** WORK TO BE COMPLETED **
I need the number of lines in the listing below that include the string "safeParse", and only that number.

** RECORDS SUPPLIED **

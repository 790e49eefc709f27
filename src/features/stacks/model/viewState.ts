import { axisSchema } from '../../../../shared/run.ts';
import type { AxisKind, SweepAxis } from '../../../../shared/run.ts';
import { workingPointSchema } from '../../../../shared/stack.ts';
import type { StackDocument, WorkingPoint } from '../../../../shared/stack.ts';
import { readReadingView, writeReadingView } from '../../../components/plot/readingView.ts';
import type { Family, ReadingView } from '../../../components/plot/readingView.ts';

import { findItem, isBlock } from './items.ts';
import type { Materials } from './media.ts';
import { defaultAxis } from './sweepAxis.ts';

/** What the address restores. Null stands for the choice that follows from the stack. */
export type ViewState = ReadingView & {
  point: WorkingPoint;
  kind: AxisKind;
  axis: SweepAxis | null;
};

/**
 * Reads the address. A part that is missing or makes no sense falls back to the stack's own working point or to
 * the default, never to an error: addresses are edited by hand and outlive layers.
 */
export function readView(search: URLSearchParams, saved: WorkingPoint): ViewState {
  const kind = search.get('axis');
  const view: Omit<ViewState, 'axis'> = {
    point: readPoint(search, saved),
    kind: kind === 'wavelength' || kind === 'thickness' ? kind : ('angle' as const),
    ...readReadingView(search),
  };
  const axis = axisSchema.safeParse({
    kind: view.kind,
    ...(view.kind === 'thickness' ? { layerId: search.get('layer') ?? '' } : {}),
    from: numberIn(search, 'from'),
    to: numberIn(search, 'to'),
    points: numberIn(search, 'points'),
    spacing: search.get('spacing') ?? 'linear',
  });
  return { ...view, axis: axis.success ? axis.data : null };
}

function readPoint(search: URLSearchParams, saved: WorkingPoint): WorkingPoint {
  const m = search.get('m');
  const parts = m?.split(',').map(Number);
  const asked = {
    wavelengthNm: numberIn(search, 'wl'),
    angleDeg: numberIn(search, 'angle'),
    input: search.get('input'),
    inputAzimuthDeg: numberIn(search, 'azimuth'),
    magnetization:
      m === 'drawn' || m === 'reversed'
        ? { mode: m }
        : parts?.length === 3
          ? { mode: 'direction', m: parts }
          : null,
  };
  const { shape } = workingPointSchema;
  const inputAzimuthDeg =
    shape.inputAzimuthDeg.safeParse(asked.inputAzimuthDeg).data ?? saved.inputAzimuthDeg;
  return {
    ...(inputAzimuthDeg === undefined ? {} : { inputAzimuthDeg }),
    wavelengthNm: shape.wavelengthNm.safeParse(asked.wavelengthNm).data ?? saved.wavelengthNm,
    angleDeg: shape.angleDeg.safeParse(asked.angleDeg).data ?? saved.angleDeg,
    input: shape.input.safeParse(asked.input).data ?? saved.input,
    magnetization: shape.magnetization.safeParse(asked.magnetization).data ?? saved.magnetization,
  };
}

function numberIn(search: URLSearchParams, key: string): number | undefined {
  const text = search.get(key);
  return text === null || text.trim() === '' ? undefined : Number(text);
}

/** The address of a view: what equals the stack's own working point or the default is left out. */
export function writeView(view: ViewState, saved: WorkingPoint): URLSearchParams {
  const search = new URLSearchParams();
  const { point, axis } = view;
  if (point.wavelengthNm !== saved.wavelengthNm) search.set('wl', String(point.wavelengthNm));
  if (point.angleDeg !== saved.angleDeg) search.set('angle', String(point.angleDeg));
  if (point.input !== saved.input) search.set('input', point.input);
  if (point.inputAzimuthDeg !== undefined && point.inputAzimuthDeg !== saved.inputAzimuthDeg) {
    search.set('azimuth', String(point.inputAzimuthDeg));
  }
  if (!sameMagnetization(point, saved)) {
    const { magnetization } = point;
    search.set('m', magnetization.mode === 'direction' ? magnetization.m.join(',') : magnetization.mode);
  }
  if (view.kind !== 'angle') search.set('axis', view.kind);
  if (axis !== null) {
    if (axis.kind === 'thickness') search.set('layer', axis.layerId);
    search.set('from', String(axis.from));
    search.set('to', String(axis.to));
    search.set('points', String(axis.points));
    if (axis.spacing === 'log') search.set('spacing', 'log');
  }
  writeReadingView(view, search);
  return search;
}

export function samePoint(a: WorkingPoint, b: WorkingPoint): boolean {
  return (
    a.wavelengthNm === b.wavelengthNm &&
    a.angleDeg === b.angleDeg &&
    a.input === b.input &&
    a.inputAzimuthDeg === b.inputAzimuthDeg &&
    sameMagnetization(a, b)
  );
}

function sameMagnetization(a: WorkingPoint, b: WorkingPoint): boolean {
  return JSON.stringify(a.magnetization) === JSON.stringify(b.magnetization);
}

/** The axis of the address where it still fits the film, else the default of its kind; null without a layer. */
export function axisOf(
  view: Pick<ViewState, 'axis' | 'kind'>,
  document: StackDocument,
  materials: Materials,
): SweepAxis | null {
  const { axis, kind } = view;
  if (axis === null) return defaultAxis(kind, document, materials);
  if (axis.kind !== 'thickness') return axis;
  const layer = findItem(document.layers, axis.layerId);
  return layer && !isBlock(layer) ? axis : defaultAxis(kind, document, materials);
}

/** What is drawn until somebody chooses. For purely transverse m there is no rotation to draw. */
export function usualFamilies(transverse: boolean): readonly Family[] {
  return transverse ? transverseFamilies : kerrFamilies;
}

const kerrFamilies: readonly Family[] = ['rotation', 'ellipticity', 'reflectance'];
const transverseFamilies: readonly Family[] = ['contrast', 'reflectance'];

** ANSWER FOR THE TASK **
6